PS: Timmaay, tut mir leid wegen Deinem Rad. Hoffe mal es war versichert.....


----------



## Timmaay (23. Januar 2020)

rontravel schrieb:


> Hallo zusammen,
> hat denn schon jemand Erfahrungswerte bezüglich bikepacking? Möchte mal vom nervenden Rucksack weg und demnächst auch ein paar Wochenendtouren machen. Das Angebot ist ja riesig. Qual der Wahl quasi. Ortlieb taugt, ist mir aber recht teuer.
> Was meint ihr zu dem Thema?
> 
> PS: Timmaay, tut mir leid wegen Deinem Rad. Hoffe mal es war versichert.....



Jau war es.

Übrigens noch eine Warnung. Bei mir haben sich nach der letzten Runde mit kleineren Drops und Hops die Speichen im Hinterrad seeehr gelockert. Also habt da bitte ein Auge drauf, sonst macht es schnell die Grätsche. Neu trimmen hat 30€ beim Freundlichen gekostet. Hoffe es war einfach nur ein Montagefehler an meinem. 

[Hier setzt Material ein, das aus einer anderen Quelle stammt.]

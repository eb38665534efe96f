//! Streaming statistics that merge exactly: sums kept as exact expansions, a binned quantile
//! sketch whose bins depend on the data set and not on the order it arrived in, counts,
//! extremes. A study split into shards and merged gives the numbers one run would give, bit
//! for bit.

use serde::{Deserialize, Serialize};

/// A sum of doubles kept exactly, as a list of non-overlapping partial sums (Shewchuk's
/// algorithm, "Adaptive precision floating-point arithmetic", 1997; the one Python's
/// `math.fsum` uses). The value read out is the exact sum correctly rounded, so it does not
/// depend on the order of the terms.
#[derive(Clone, Debug, Default, PartialEq, Serialize, Deserialize)]
pub struct ExactSum {
    #[serde(with = "bits_vec")]
    partials: Vec<f64>,
    /// Non-finite terms are kept aside (their sum is not exact arithmetic anyway).
    #[serde(with = "bits")]
    special: f64,
}

impl ExactSum {
    /// Adds one term.
    pub fn add(&mut self, x: f64) {
        if !x.is_finite() {
            self.special += x;
            return;
        }
        let mut x = x;
        let mut i = 0;
        for j in 0..self.partials.len() {
            let mut y = self.partials[j];
            if x.abs() < y.abs() {
                std::mem::swap(&mut x, &mut y);
            }
            let hi = x + y;
            let lo = y - (hi - x);
            if lo != 0.0 {
                self.partials[i] = lo;
                i += 1;
            }
            x = hi;
            if !x.is_finite() {
                // Overflow of the partials: give up exactness for this (absurd) sum.
                self.partials.clear();
                self.special += x;
                return;
            }
        }
        self.partials.truncate(i);
        self.partials.push(x);
    }

    /// Adds every term of another sum.
    pub fn merge(&mut self, other: &ExactSum) {
        for &p in &other.partials {
            self.add(p);
        }
        self.special += other.special;
    }

    /// The exact sum, correctly rounded to a double (round half to even).
    pub fn value(&self) -> f64 {
        if self.special != 0.0 || self.special.is_nan() {
            return self.special;
        }
        let p = &self.partials;
        let Some(mut n) = p.len().checked_sub(1) else {
            return 0.0;
        };
        let mut hi = p[n];
        let mut lo = 0.0;
        while n > 0 {
            let x = hi;
            n -= 1;
            let y = p[n];
            hi = x + y;
            let yr = hi - x;
            lo = y - yr;
            if lo != 0.0 {
                break;
            }
        }
        // Half-way case: the rest of the partials decide the rounding direction.
        if n > 0 && ((lo < 0.0 && p[n - 1] < 0.0) || (lo > 0.0 && p[n - 1] > 0.0)) {
            let y = lo * 2.0;
            let x = hi + y;
            let yr = x - hi;
            if y == yr {
                hi = x;
            }
        }
        hi
    }
}

/// Base bin width of a sketch, in the sketch's own scale.
#[derive(Clone, Copy, Debug, PartialEq, Serialize, Deserialize)]
pub enum Scale {
    /// Bins of `width` in the value itself (dB, degrees).
    Linear(f64),
    /// Bins of `width` in the natural log of the value (frequencies, Q: relative width).
    Log(f64),
}

/// Most bins a sketch keeps; beyond this its bins double in width.
pub const MAX_BINS: usize = 2048;

/// A quantile sketch: counts in bins of a fixed base width anchored at the nominal value,
/// doubled in width (pairs merged, indices floor-aligned) while the occupied span exceeds
/// [`MAX_BINS`]. The final width is the smallest doubling at which the whole data set fits,
/// whatever the order of insertion or merging, so merged shards give the very same bins.
/// A quantile is reported at the midpoint of its bin, clamped to the exact extremes: its
/// error is at most half a bin ([`Sketch::error_bound`]).
#[derive(Clone, Debug, Serialize, Deserialize)]
#[serde(into = "SketchWire", from = "SketchWire")]
pub struct Sketch {
    scale: Scale,
    anchor: f64,
    /// Doublings of the base width.
    level: u32,
    /// Index of `counts[0]` at the current level (the buffer keeps empty slack on both
    /// sides, so a sketch grows without shifting its counts at every new extreme).
    offset: i64,
    counts: Vec<u64>,
    /// The lowest and highest occupied index (lo > hi when empty).
    lo: i64,
    hi: i64,
}

/// A sketch as stored and compared: only its occupied bins.
#[derive(Clone, Debug, PartialEq, Serialize, Deserialize)]
struct SketchWire {
    scale: Scale,
    #[serde(with = "bits")]
    anchor: f64,
    level: u32,
    offset: i64,
    counts: Vec<u64>,
}

impl From<Sketch> for SketchWire {
    fn from(s: Sketch) -> Self {
        SketchWire {
            scale: s.scale,
            anchor: s.anchor,
            level: s.level,
            offset: if s.is_empty() { 0 } else { s.lo },
            counts: s.occupied().to_vec(),
        }
    }
}

impl From<SketchWire> for Sketch {
    fn from(w: SketchWire) -> Self {
        let n = w.counts.len() as i64;
        Sketch {
            scale: w.scale,
            anchor: w.anchor,
            level: w.level,
            offset: w.offset,
            counts: w.counts,
            lo: w.offset,
            hi: w.offset + n - 1,
        }
    }
}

Ich verabschiede mich hier jetzt mal. Das Neue wird ein Nukeproof Scout, damit gewinne ich hier dann keinen Blumentopf mehr


----------



## Burt4711 (23. Januar 2020)

bobons schrieb:


> Das TM ist eher ein Trail-Hardtail. Für Waldautobahn ist das völlig überdimensioniert, zudem mit den breiten Kendas richtige Zementsäcke montiert sind (ca. 1 kg pro Reifen).
> Aber: Es spricht nichts dagegen, sich einen zweiten LRS mit schmaleren 29er Reifen darauf zu montieren.
> Ich bin mir nicht sicher, wie viel Reifenfreiheit das TM erlaubt. Sitzstreben sollten 29x2,2" packen von der Optik her, vom Kettenstreben-Bereich habe ich keine Bilder gefunden. Die Gabel ist mit 29er Fähigkeit angegeben: https://www.xfusionshox.com/products_detail/78.htm. Sollte auch optisch locker 29x2,35" aufnehmen können.
> 
> ...



29er LRS passt also ? Ich frage hier immer wieder mal, aber keiner konnte da was zu sagen.


----------



## bobons (23. Januar 2020)

Burt4711 schrieb:


> 29er LRS passt also ? Ich frage hier immer wieder mal, aber keiner konnte da was zu sagen.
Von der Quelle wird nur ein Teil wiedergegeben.